BEGIN Source data

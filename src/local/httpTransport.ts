import { apiRequest } from '../api/request';
import type { PullResponse, PushRequest, PushResponse } from '../contract/sync';
import type { SyncTransport } from './syncEngine';

/** The only code that talks to /api/sync. */
export const httpTransport: SyncTransport = {
  push: (body: PushRequest) =>
    apiRequest<PushResponse>('/api/sync/push', { method: 'POST', body: JSON.stringify(body) }),
  pull: (cursor: number) => apiRequest<PullResponse>(`/api/sync/pull?cursor=${cursor}`),
};
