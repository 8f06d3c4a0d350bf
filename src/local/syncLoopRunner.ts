import { ApiError, messageOf } from '../api/request';
import { localDb, type LocalDb } from './db';
import { syncOnce, type SyncTransport } from './syncEngine';
import { httpTransport } from './httpTransport';
import { onSessionChange, sessionUserId } from '../api/session';
import { ownerSettled } from './phoneOwner';
import type { SyncStatus } from './syncLoop';

const MIN_BACKOFF = 3_000;
const MAX_BACKOFF = 5 * 60_000;
const IDLE_PULL = 20_000;
/** A burst of taps goes as one push once the person pauses, and never waits longer than this. */
const TYPING_PAUSE = 800;
const MAX_TYPING_WAIT = 4_000;

/**
 * Keeps the phone and the server in step: after every change, on `online`, when the app comes
 * back to the foreground, and on a timer (Safari has no Background Sync). Failures back off
 * exponentially; typing never waits for it.
 */
export class SyncLoop {
  private status: SyncStatus = { phase: 'idle' };
  private listeners = new Set<() => void>();
  private timer: ReturnType<typeof setTimeout> | undefined;
  private backoff = MIN_BACKOFF;
  private running: Promise<void> | undefined;
  /** Milliseconds to wait before the next round, asked for while a round was running. */
  private again: number | undefined;
  /** Signal came back (or the person asked) while a round was running: a failed round retries at once. */
  private kicked = false;
  private userId: number | undefined;
  /** When the oldest change typed since the last round was made (for MAX_TYPING_WAIT). */
  private typingSince: number | undefined;

  constructor(
    private readonly db: LocalDb,
    private readonly transport: SyncTransport,
    /** Resolves when the phone is ready to hold this person's data (see phoneOwner). */
    private readonly ready: () => Promise<void> = () => Promise.resolve(),
  ) {}

  getStatus = (): SyncStatus => this.status;

  subscribe = (listener: () => void): (() => void) => {
    this.listeners.add(listener);
    return () => this.listeners.delete(listener);
  };

  /** Starts syncing for this person (undefined: signed out, so nothing is sent). */
  setUser(userId: number | undefined): void {
    if (this.userId === userId && this.status.phase !== 'signed-out') return;
    this.userId = userId;
    this.backoff = MIN_BACKOFF;
    if (userId === undefined) this.set({ phase: 'signed-out' });
    else this.kick();
  }

  /**
   * The page holds a sign-in again: a loop a 401 stopped sends what waits, if the sign-in is the
   * loop's own person's. The same person signing in again does not change who the loop is for, so
   * `setUser` is not called for it; another person's sign-in never sends this person's changes.
   */
  signedIn = (userId: number): void => {
    if (this.status.phase === 'signed-out' && userId === this.userId) this.kick();
  };

  /** Ask for a sync now (on online, focus, or when the person asks). */
  kick = (): void => {
    if (this.running) this.kicked = true;
    this.request(0);
  };

  /**
   * Ask for a sync after a change on the pad: once typing pauses, so the database is not busy
   * with a sync's writes while the next tap is stored.
   */
  afterChange = (): void => {
    this.typingSince ??= Date.now();
    this.request(Math.min(TYPING_PAUSE, Math.max(0, this.typingSince + MAX_TYPING_WAIT - Date.now())));
  };

  private request(ms: number): void {
    if (this.userId === undefined) return;
    if (this.running) {
      this.again = Math.min(this.again ?? ms, ms);
      return;
    }
    this.schedule(ms);
  }

  private schedule(ms: number) {
    clearTimeout(this.timer);
    this.timer = setTimeout(() => void this.run(), ms);
  }

  private set(next: SyncStatus) {
    this.status = next;
    this.listeners.forEach((l) => l());
  }

  private async run(): Promise<void> {
    const userId = this.userId;
    if (userId === undefined || this.running) return;
    this.set({ ...this.status, phase: 'syncing' });
    this.typingSince = undefined;
    this.running = (async () => {
      try {
        await this.ready();
        await syncOnce(this.db, userId, this.transport);
        this.backoff = MIN_BACKOFF;
        this.set({ phase: 'idle', lastSyncAt: new Date().toISOString() });
        this.schedule(this.again ?? IDLE_PULL);
      } catch (error) {
        if (error instanceof ApiError && error.status === 401) {
          // Never touch the outbox: the changes wait for the next sign-in.
          this.set({
            ...this.status,
            phase: 'signed-out',
            lastError: 'Sign in again to send your waiting changes.',
          });
          return;
        }
        const offline = error instanceof ApiError && error.status === 0;
        this.set({
          ...this.status,
          phase: offline ? 'offline' : 'error',
          lastError: messageOf(error),
          retryInMs: this.backoff,
        });
        // A round that failed because it began just before signal returned must not make the
        // 'online' that came meanwhile wait for the backoff (up to minutes after a long time offline).
        this.schedule(this.kicked ? 0 : this.backoff);
        this.backoff = Math.min(this.backoff * 2, MAX_BACKOFF);
      } finally {
        this.again = undefined;
        this.kicked = false;
        this.running = undefined;
      }
    })();
    await this.running;
  }
}

/** The app's one sync loop, wired to the browser's online and focus events (src/local/syncLoop.ts starts it). */
export function startSyncLoop(): SyncLoop {
  const loop = new SyncLoop(localDb(), httpTransport, ownerSettled);
  onSessionChange(() => {
    const userId = sessionUserId();
    if (userId !== undefined) loop.signedIn(userId);
  });
  window.addEventListener('online', loop.kick);
  window.addEventListener('focus', loop.kick);
  document.addEventListener('visibilitychange', () => {
    if (document.visibilityState === 'visible') loop.kick();
  });
  return loop;
}
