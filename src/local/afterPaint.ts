/** Longest wait for a frame: a hidden page paints none, and the work must still run. */
const NO_FRAME_WAIT_MS = 100;

/**
 * Runs `work` once the browser has painted its next frame (a task after that frame's animation
 * callbacks), so what a tap changed reaches the screen before work the tap only set going:
 * screens re-reading the database, a sync starting.
 */
export function afterNextPaint(work: () => void): void {
  let ran = false;
  const once = () => {
    if (ran) return;
    ran = true;
    clearTimeout(fallback);
    work();
  };
  const fallback = setTimeout(once, NO_FRAME_WAIT_MS);
  if (typeof requestAnimationFrame === 'function') requestAnimationFrame(() => setTimeout(once, 0));
}
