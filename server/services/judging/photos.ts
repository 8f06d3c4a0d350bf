import { createHash } from 'node:crypto';
import { existsSync, mkdirSync, renameSync, writeFileSync } from 'node:fs';
import { readFile } from 'node:fs/promises';
import { dirname, join } from 'node:path';
import type { PhotoUploadResult } from '../../../src/contract/judging';
import type { Db } from '../../db';
import { HttpError, forbidden, notFound } from '../../http/httpError';
import { photoKind } from '../../http/photoUpload';
import { nowIso } from '../../time';
import { audit } from '../audit';
import { refusePhotoOverLimits } from '../limits/photoLimits';

/** Photos live in DATA_DIR/photos, outside the web root: only the API serves them, to those allowed. */
export const photoDir = (dataDir: string): string => join(dataDir, 'photos');

/**
 * Keeps a judge's photo of a target: checked to be an image by its first bytes, stored once by
 * its SHA-256 (the same picture twice is one file, and one photo per event).
 */
export async function storePhoto(
  db: Db,
  dataDir: string,
  userId: number,
  eventId: number,
  bytes: Buffer,
): Promise<{ created: boolean; result: PhotoUploadResult }> {
  const kind = photoKind(bytes);
  if (!kind)
    throw new HttpError(
      415,
      'not_a_photo',
      'That file is not a photo Ringcall can keep. Upload a JPEG, PNG or WebP picture of the target.',
    );
  const sha256 = createHash('sha256').update(bytes).digest('hex');
  const stored = `${sha256}.${kind.ext}`;
  const file = join(photoDir(dataDir), stored);
  return db.transaction(async (trx) => {
    const existing = await trx('photos').where({ event_id: eventId, sha256 }).first('id');
    if (existing) {
      writeOnce(file, bytes);
      return { created: false, result: { photoId: existing.id, sha256 } };
    }
    await refusePhotoOverLimits(trx, userId, eventId, bytes.length);
    writeOnce(file, bytes);
    const [row] = (await trx('photos')
      .insert({
        event_id: eventId,
        sha256,
        mime_type: kind.mime,
        size_bytes: bytes.length,
        stored_name: stored,
        uploaded_by: userId,
        uploaded_at: nowIso(),
      })
      .returning('id')) as { id: number }[];
    await audit(trx, { userId, eventId, action: 'photo.uploaded', details: { photoId: row!.id, sha256 } });
    return { created: true, result: { photoId: row!.id, sha256 } };
  });
}

/** Stores a picture's file once (the same picture in two events is one file). */
function writeOnce(file: string, bytes: Buffer): void {
  if (existsSync(file)) return;
  mkdirSync(dirname(file), { recursive: true, mode: 0o700 });
  // Written beside and renamed, so a half-written file is never served.
  const partial = `${file}.${process.pid}.part`;
  writeFileSync(partial, bytes, { mode: 0o600 });
  renameSync(partial, file);
}

/**
 * Whether the person may see a photo a judge attached to a ruling: a member of the group of the
 * target the ruled archer shoots on (every phone of the target shows the ruling), or the archer.
 */
async function seesRuling(db: Db, userId: number, photoId: number): Promise<boolean> {
  const found = await db('end_rulings as r')
    .join('target_assignments as ta', function () {
      this.on('ta.session_id', 'r.session_id').andOn('ta.entry_id', 'r.entry_id');
    })
    .join('entries as e', 'e.id', 'r.entry_id')
    .leftJoin('target_members as tm', function () {
      this.on('tm.session_id', 'ta.session_id')
        .andOn('tm.target_number', 'ta.target_number')
        .andOn('tm.user_id', db.raw('?', [userId]));
    })
    .where('r.photo_id', photoId)
    .where((who) => who.whereNotNull('tm.id').orWhere('e.user_id', userId))
    .first('r.id');
  return !!found;
}

/** A photo's bytes, for the judges and organizers of its event, and those who see its ruling. */
export async function readPhoto(
  db: Db,
  dataDir: string,
  userId: number,
  photoId: number,
): Promise<{ mime: string; bytes: Buffer; name: string }> {
  const photo = await db('photos').where({ id: photoId }).first();
  if (!photo) throw notFound('That photo does not exist.');
  const staff = await db('event_roles')
    .where({ event_id: photo.event_id, user_id: userId })
    .whereIn('role', ['organizer', 'judge'])
    .first('id');
  if (!staff && !(await seesRuling(db, userId, photoId)))
    throw forbidden(
      "Only the event's judges and organizers, and the ruled archer's target, can see this photo.",
    );
  try {
    return {
      mime: photo.mime_type,
      bytes: await readFile(join(photoDir(dataDir), photo.stored_name)),
      name: photo.stored_name,
    };
  } catch {
    throw notFound('The file of that photo is missing on the server. Upload it again.');
  }
}
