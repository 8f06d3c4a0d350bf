import type { CardBoard, CardBoardTarget } from '../../../src/contract/cardBoard';
import type { Db } from '../../db';
import type { SessionRow } from '../organizer/sessions';
import { sessionCards } from './cardViews';

/** The session's cards with, per target, how far its slowest card has come and how far behind it is. */
export async function cardBoard(db: Db, session: SessionRow): Promise<CardBoard> {
  const { cards } = await sessionCards(db, session);
  const byTarget = new Map<number, typeof cards>();
  for (const card of cards)
    byTarget.set(card.targetNumber, [...(byTarget.get(card.targetNumber) ?? []), card]);
  const counted = [...byTarget].map(([targetNumber, own]) => ({
    targetNumber,
    endsIn: Math.min(...own.map((c) => c.endsWithValues)),
    signedEnds: Math.min(...own.map((c) => c.signedEnds)),
    cardsNotFinal: own.filter((c) => !c.final).length,
  }));
  const leadingEnds = Math.max(0, ...counted.map((t) => t.endsIn));
  const targets: CardBoardTarget[] = counted.map((t) => ({ ...t, behindBy: leadingEnds - t.endsIn }));
  return { sessionId: session.id, sessionName: session.name, leadingEnds, targets, cards };
}
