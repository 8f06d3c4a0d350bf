import { endKeyOf, type LocalDb, type OutboxRow } from './db';
import { localEnd, type LocalEnd } from './endFacts';
import type { JoinedTarget } from './db';

function groupBy<T>(rows: T[], key: (row: T) => string): Map<string, T[]> {
  const map = new Map<string, T[]>();
  for (const row of rows) map.set(key(row), [...(map.get(key(row)) ?? []), row]);
  return map;
}

/**
 * Every end of the given targets' archers as this phone knows it: the server's records, the
 * judges' records, and this person's waiting changes on top. Also this person's refused changes.
 */
export async function loadSessionEnds(
  db: LocalDb,
  sessionId: number,
  userId: number,
  targets: JoinedTarget[],
): Promise<{ ends: Map<string, LocalEnd>; rejected: OutboxRow[] }> {
  // Only these targets' ends are read: a writer's pad must not slow down as the whole field fills up.
  const endKeys = targets.flatMap((target) =>
    target.archers.flatMap((archer) => {
      const endCount = archer.round.distances.reduce((n, d) => n + d.arrows / d.arrowsPerEnd, 0);
      return Array.from({ length: endCount }, (_, endIndex) => endKeyOf(sessionId, archer.entryId, endIndex));
    }),
  );
  const [records, settlements, mine, rulings, signatures] = await Promise.all([
    db.endRecords.where('endKey').anyOf(endKeys).toArray(),
    db.settlements.where('endKey').anyOf(endKeys).toArray(),
    db.outbox
      .where('endKey')
      .anyOf(endKeys)
      .filter((r) => r.userId === userId && r.status !== 'applied')
      .toArray(),
    db.rulings.where('endKey').anyOf(endKeys).toArray(),
    db.endSignatures.where('endKey').anyOf(endKeys).toArray(),
  ]);
  const recordsByEnd = groupBy(records, (r) => r.endKey);
  const settlementByEnd = new Map(settlements.map((s) => [s.endKey, s]));
  const rulingsByEnd = groupBy(rulings, (r) => r.endKey);
  const signaturesByEnd = groupBy(signatures, (r) => r.endKey);
  const waitingByEnd = groupBy(
    mine.filter((m) => m.status === 'pending'),
    (m) => m.endKey,
  );
  const ends = new Map<string, LocalEnd>();
  for (const key of endKeys) {
    ends.set(
      key,
      localEnd(recordsByEnd.get(key) ?? [], settlementByEnd.get(key), waitingByEnd.get(key) ?? [], {
        rulings: rulingsByEnd.get(key) ?? [],
        signatures: signaturesByEnd.get(key) ?? [],
      }),
    );
  }
  return { ends, rejected: mine.filter((m) => m.status === 'rejected') };
}
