import { useSyncExternalStore } from 'react';
import { afterNextPaint } from './afterPaint';

/**
 * Work that must not compete with the pad's first drawing when the app opens on it (the sync's
 * first round, the new-version check): on a slow phone the pad is drawn from the phone's own
 * database, and its read would queue behind theirs. The pad says when it has drawn
 * (`screenShown`); other pages never wait, and the pad waits at most FALLBACK_MS.
 */
const FALLBACK_MS = 3_000;

/** The app was opened on the pad (a reload, or the phone's home-screen link to it). */
export const opensOnPad = typeof location !== 'undefined' && /^\/pad\/\d+\/\d+\/?$/.test(location.pathname);
let shown = !opensOnPad;
const waiting = new Set<() => void>();

function release() {
  if (shown) return;
  shown = true;
  for (const work of [...waiting]) work();
  waiting.clear();
}

if (!shown) setTimeout(release, FALLBACK_MS);

/** The first screen has drawn what it came for: the waiting work runs after that frame. */
export function screenShown(): void {
  if (!shown) afterNextPaint(release);
}

/** Runs `work` now, or once the first screen has drawn. Returns a cancel for work not run yet. */
export function afterFirstScreen(work: () => void): () => void {
  if (shown) {
    work();
    return () => undefined;
  }
  waiting.add(work);
  return () => waiting.delete(work);
}

const subscribe = (listener: () => void) => afterFirstScreen(listener);

/** Whether the first screen has drawn (always true on pages that do not wait for it). */
export function useFirstScreenShown(): boolean {
  return useSyncExternalStore(
    subscribe,
    () => shown,
    () => shown,
  );
}
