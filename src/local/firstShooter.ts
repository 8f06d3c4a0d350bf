import type { Side } from '../core';
import type { MatchDto, MatchFirstShooterArgs } from '../contract/matches';
import type { OutboxRow } from './db';

/**
 * Who shoots first in an alternating match as this phone shows it: its latest choice not yet at
 * the server; else the server's; else its delivered choice the server's copy does not show yet
 * (the copy may be from before it arrived). A refused choice is never laid over.
 */
export function chosenFirstShooter(
  match: MatchDto,
  rows: readonly OutboxRow[],
): { side: Side; waiting: boolean } | null {
  const choices = rows
    .filter((r) => r.kind === 'match.firstShooter' && (r.args as MatchFirstShooterArgs).matchId === match.id)
    .sort((x, y) => x.seq - y.seq);
  const last = (status: OutboxRow['status']) =>
    (choices.filter((r) => r.status === status).at(-1)?.args as MatchFirstShooterArgs | undefined)?.side;
  const pending = last('pending');
  if (pending) return { side: pending, waiting: true };
  const side = match.firstShooter ?? last('applied');
  return side ? { side, waiting: false } : null;
}
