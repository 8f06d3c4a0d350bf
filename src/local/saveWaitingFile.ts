import { localDb } from './db';
import { exportWaiting } from './outbox';
import { phoneOwner } from './phoneOwner';

/** Downloads the waiting changes of the person whose data this phone holds, for a judge to import. */
export async function saveWaitingFile(): Promise<void> {
  const owner = phoneOwner();
  if (owner === undefined) return;
  const { fileName, json } = await exportWaiting(localDb(), owner);
  const url = URL.createObjectURL(new Blob([json], { type: 'application/json' }));
  const a = document.createElement('a');
  a.href = url;
  a.download = fileName;
  a.click();
  URL.revokeObjectURL(url);
}
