import type { Middleware, DBCore } from 'dexie';

const PRACTICE_TABLES: readonly string[] = ['practiceSessions', 'practiceEnds'];

/**
 * Counts the read-write transactions this page opens over the practice tables, as each is
 * created. A write that builds on rows this page remembers (writtenSessions) is sure no other
 * such write of this page came in between only if the count moved by its own transaction alone:
 * IndexedDB runs overlapping transactions in the order they were created.
 */
export function practiceWriteCounter(count: () => void): Middleware<DBCore> {
  return {
    stack: 'dbcore',
    name: 'practiceWriteCount',
    create: (down) => ({
      ...down,
      transaction: (stores, mode, options) => {
        if (mode === 'readwrite' && stores.some((s) => PRACTICE_TABLES.includes(s))) count();
        return down.transaction(stores, mode, options);
      },
    }),
  };
}
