import { useSyncExternalStore } from 'react';
import { isServerReachable, subscribeReachable } from '../api/serverFetch';

function subscribe(onChange: () => void): () => void {
  window.addEventListener('online', onChange);
  window.addEventListener('offline', onChange);
  const stopReachable = subscribeReachable(onChange);
  return () => {
    window.removeEventListener('online', onChange);
    window.removeEventListener('offline', onChange);
    stopReachable();
  };
}

/**
 * Whether the phone can reach the event server: the browser believes it has a network and the
 * server answered the last request. The sync loop still retries either way.
 */
export function useOnline(): boolean {
  return useSyncExternalStore(
    subscribe,
    () => navigator.onLine && isServerReachable(),
    () => true,
  );
}
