import type { Table } from 'dexie';
import { endsOfRound } from '../core';
import { cardKeyOf, endKeyOf, type LocalDb, type OutboxRow, type OutboxStatus } from './db';
import { localEnd, type LocalEnd } from './endFacts';
import type { JoinedTarget } from './db';

function groupBy<T>(rows: T[], key: (row: T) => string): Map<string, T[]> {
  const map = new Map<string, T[]>();
  for (const row of rows) map.set(key(row), [...(map.get(key(row)) ?? []), row]);
  return map;
}

/** From this many archers on, the session's rows are read whole (a few targets' pads read per archer). */
const WHOLE_SESSION_FROM = 16;

/**
 * The ends built on earlier reads, by end key, with the inputs each was built from: an end whose
 * rows read the same is handed back as the same object, so a screen redraws only the ends a
 * change touched (a tap changes one end; every end is read again after it).
 */
export type EndCache = Map<string, { inputs: string; end: LocalEnd }>;

function reused(
  cache: EndCache | undefined,
  key: string,
  inputs: unknown[],
  build: () => LocalEnd,
): LocalEnd {
  if (!cache) return build();
  const read = JSON.stringify(inputs);
  const hit = cache.get(key);
  if (hit?.inputs === read) return hit.end;
  const end = build();
  cache.set(key, { inputs: read, end });
  return end;
}

/**
 * Every end of the given targets' archers as this phone knows it: the server's records, the
 * judges' records, and this person's waiting changes on top. Also this person's refused changes,
 * and those the server holds for a judge (they arrived after the session closed), and the
 * number of this person's changes on these targets not sent yet.
 */
export async function loadSessionEnds(
  db: LocalDb,
  sessionId: number,
  userId: number,
  targets: JoinedTarget[],
  cache?: EndCache,
): Promise<{ ends: Map<string, LocalEnd>; rejected: OutboxRow[]; held: OutboxRow[]; unsent: number }> {
  // Only these targets' ends are read: a writer's pad must not slow down as the whole field fills up.
  const endKeys = targets.flatMap((target) =>
    target.archers.flatMap((archer) =>
      endsOfRound(archer.round).map((end) => endKeyOf(sessionId, archer.entryId, end.index)),
    ),
  );
  const wanted = new Set(endKeys);
  // One range per archer ("session:entry:" prefix), read whole: a cursor hopping between many
  // keys costs a round trip to the browser's database process per key, on every tap.
  const prefixes = [
    ...new Set(targets.flatMap((t) => t.archers.map((a) => `${cardKeyOf(sessionId, a.entryId)}:`))),
  ];
  // Many archers (the judge desk's whole session): one read of the session beats a range per archer.
  const wholeSession = prefixes.length > WHOLE_SESSION_FROM;
  const byArcher = <T, K, I>(table: Table<T, K, I>) =>
    wholeSession
      ? table.where('sessionId').equals(sessionId).toArray()
      : Promise.all(prefixes.map((p) => table.where('endKey').between(p, `${p}\uffff`).toArray())).then(
          (parts) => parts.flat(),
        );
  // Writer records are kept one row per card (see CardRecordsRow).
  const cardRecords = () =>
    (wholeSession
      ? db.cardRecords.where('sessionId').equals(sessionId).toArray()
      : db.cardRecords.bulkGet(targets.flatMap((t) => t.archers.map((a) => cardKeyOf(sessionId, a.entryId))))
    ).then((cards) => cards.flatMap((card) => card?.records ?? []));
  // Only unsynced and refused changes matter here; delivered ones are in the server's copies.
  const unsynced = (status: OutboxStatus) =>
    db.outbox
      .where('status')
      .equals(status)
      .toArray()
      .then((rows) =>
        rows.filter((r) => r.userId === userId && prefixes.some((p) => r.endKey.startsWith(p))),
      );
  const [records, settlements, unsent, heldHere, rejectedHere, rulings, signatures] = await db.transaction(
    'r',
    [db.cardRecords, db.settlements, db.outbox, db.rulings, db.endSignatures],
    () =>
      Promise.all([
        cardRecords(),
        byArcher(db.settlements),
        unsynced('pending'),
        unsynced('held'),
        unsynced('rejected'),
        byArcher(db.rulings),
        byArcher(db.endSignatures),
      ]),
  );
  // Card signatures (session:entry:card) count as unsent but belong to no end.
  const ofEnds = (rows: OutboxRow[]) => rows.filter((r) => wanted.has(r.endKey));
  const [pending, held, rejected] = [ofEnds(unsent), ofEnds(heldHere), ofEnds(rejectedHere)];
  const recordsByEnd = groupBy(records, (r) => endKeyOf(r.sessionId, r.entryId, r.endIndex));
  const settlementByEnd = new Map(settlements.map((s) => [s.endKey, s]));
  const rulingsByEnd = groupBy(rulings, (r) => r.endKey);
  const signaturesByEnd = groupBy(signatures, (r) => r.endKey);
  const waitingByEnd = groupBy([...pending, ...held], (m) => m.endKey);
  const ends = new Map<string, LocalEnd>();
  for (const key of endKeys) {
    const records = recordsByEnd.get(key) ?? [];
    const settlement = settlementByEnd.get(key);
    const waiting = waitingByEnd.get(key) ?? [];
    const judged = { rulings: rulingsByEnd.get(key) ?? [], signatures: signaturesByEnd.get(key) ?? [] };
    ends.set(
      key,
      reused(cache, key, [records, settlement, waiting, judged], () =>
        localEnd(records, settlement, waiting, judged),
      ),
    );
  }
  return { ends, rejected, held, unsent: unsent.length };
}
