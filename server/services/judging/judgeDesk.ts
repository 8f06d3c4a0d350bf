import { endView, endTotal, endsOfRound, type RoundDefinition } from '../../../src/core';
import type { Position } from '../../../src/contract/events';
import type { JudgeDeskItem } from '../../../src/contract/judging';
import type { Db } from '../../db';
import type { SessionRow } from '../organizer/sessions';
import { loadEndRecords, type StoredEnd } from './endRecords';
import { arrowsInWords, differingPositions, incidentsInWords, incidentsOf } from './endWords';

const latest = (...times: (string | undefined)[]): string =>
  times.filter((t): t is string => !!t).sort((a, b) => b.localeCompare(a))[0] ?? '';

const DECIDED_BY = {
  writers: 'Agreed by the writers',
  caller: 'Settled by the caller',
  judge: 'Ruled by a judge',
};

/**
 * The judge desk of a session: what needs a judge, oldest first. Disputes (arrows a caller sent
 * to a judge), incidents (marks no ruling has answered), mismatches nobody settled, and decided
 * ends waiting for a signature. One end can appear twice (a dispute and an incident). Signed
 * ends need nothing.
 */
export async function judgeDesk(
  db: Db,
  session: SessionRow,
  targetNumber?: number,
): Promise<JudgeDeskItem[]> {
  const query = db('target_assignments as ta')
    .join('entries as e', 'e.id', 'ta.entry_id')
    .join('session_divisions as sd', (j) =>
      j.on('sd.session_id', 'ta.session_id').andOn('sd.division_id', 'e.division_id'),
    )
    .where('ta.session_id', session.id)
    .select('ta.entry_id', 'ta.target_number', 'ta.position', 'e.name', 'sd.round_json');
  if (targetNumber !== undefined) query.where('ta.target_number', targetNumber);
  const archers = (await query) as {
    entry_id: number;
    target_number: number;
    position: Position;
    name: string;
    round_json: string;
  }[];
  const stored = await loadEndRecords(
    db,
    session.id,
    archers.map((a) => a.entry_id),
  );

  const items: JudgeDeskItem[] = [];
  for (const archer of archers) {
    const round = JSON.parse(archer.round_json) as RoundDefinition;
    for (const end of endsOfRound(round)) {
      const s: StoredEnd = stored.end(archer.entry_id, end.index);
      if (s.signature || (!s.first && !s.second && !s.ruling)) continue;
      const facts = stored.facts(archer.entry_id, end.index);
      const view = endView(facts);
      const item = (
        kind: JudgeDeskItem['kind'],
        since: string,
        detail: string,
        extra: Pick<JudgeDeskItem, 'positions' | 'arrows'> = { positions: [] },
      ) =>
        items.push({
          kind,
          sessionId: session.id,
          targetNumber: archer.target_number,
          entryId: archer.entry_id,
          position: archer.position,
          archerName: archer.name,
          endIndex: end.index,
          since,
          detail,
          ...extra,
        });
      const written = latest(s.first?.written_at, s.second?.written_at);

      if (view.state === 'disputed') {
        const disputed = facts.settlement!.disputed;
        const values = disputed.map((p) => {
          const a = view.check.arrows[p];
          return a ? `${a.first ?? '–'} or ${a.second ?? '–'}` : '';
        });
        item(
          'dispute',
          s.settlement!.settled_at,
          `The caller sent ${arrowsInWords(disputed)} to a judge (the writers have ${values.join('; ')}).`,
          { positions: [...disputed] },
        );
      }
      if (view.openIncidents > 0) {
        const incidents = incidentsOf(facts);
        const marked = incidents.map((i) => i.index);
        const text = incidentsInWords(incidents);
        item('incident', written, `${text.charAt(0).toUpperCase()}${text.slice(1)}.`, {
          positions: [...new Set(marked)],
        });
      }
      if (view.state === 'mismatch') {
        const positions = differingPositions(view);
        item(
          'mismatch',
          written,
          `The two cards differ at ${arrowsInWords(positions)}${view.settlementStale ? ' (changed after the caller settled it)' : ''}; nobody has settled it.`,
          { positions },
        );
      }
      // Only a whole end can be signed; one the writers are still tapping waits.
      if (view.canSign && view.arrows && view.arrows.length === end.arrows) {
        const since = latest(
          written,
          view.decidedBy === 'caller' ? s.settlement?.settled_at : undefined,
          view.decidedBy === 'judge' ? s.ruling?.judgedAt : undefined,
        );
        item(
          'to-sign',
          since,
          `${DECIDED_BY[view.decidedBy ?? 'writers']}: ${view.arrows.join(' ')} (${endTotal(view.arrows)}).`,
          { positions: [], arrows: view.arrows },
        );
      }
    }
  }
  return items.sort(
    (a, b) =>
      a.since.localeCompare(b.since) ||
      a.targetNumber - b.targetNumber ||
      a.position.localeCompare(b.position) ||
      a.endIndex - b.endIndex,
  );
}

END Source data

*Task statement*.
Could you reproduce, exactly, every line above from the line with "const waitingByEnd = groupBy([...pending, ...held], (m)" to the line with "const waiting = waitingByEnd.get(key)", and no other line? Both ends count.

*Answer box*.
  const waitingByEnd = groupBy([...pending, ...held], (m) => m.endKey);
  const ends = new Map<string, LocalEnd>();
  for (const key of endKeys) {
    const records = recordsByEnd.get(key) ?? [];
    const settlement = settlementByEnd.get(key);
    const waiting = waitingByEnd.get(key) ?? [];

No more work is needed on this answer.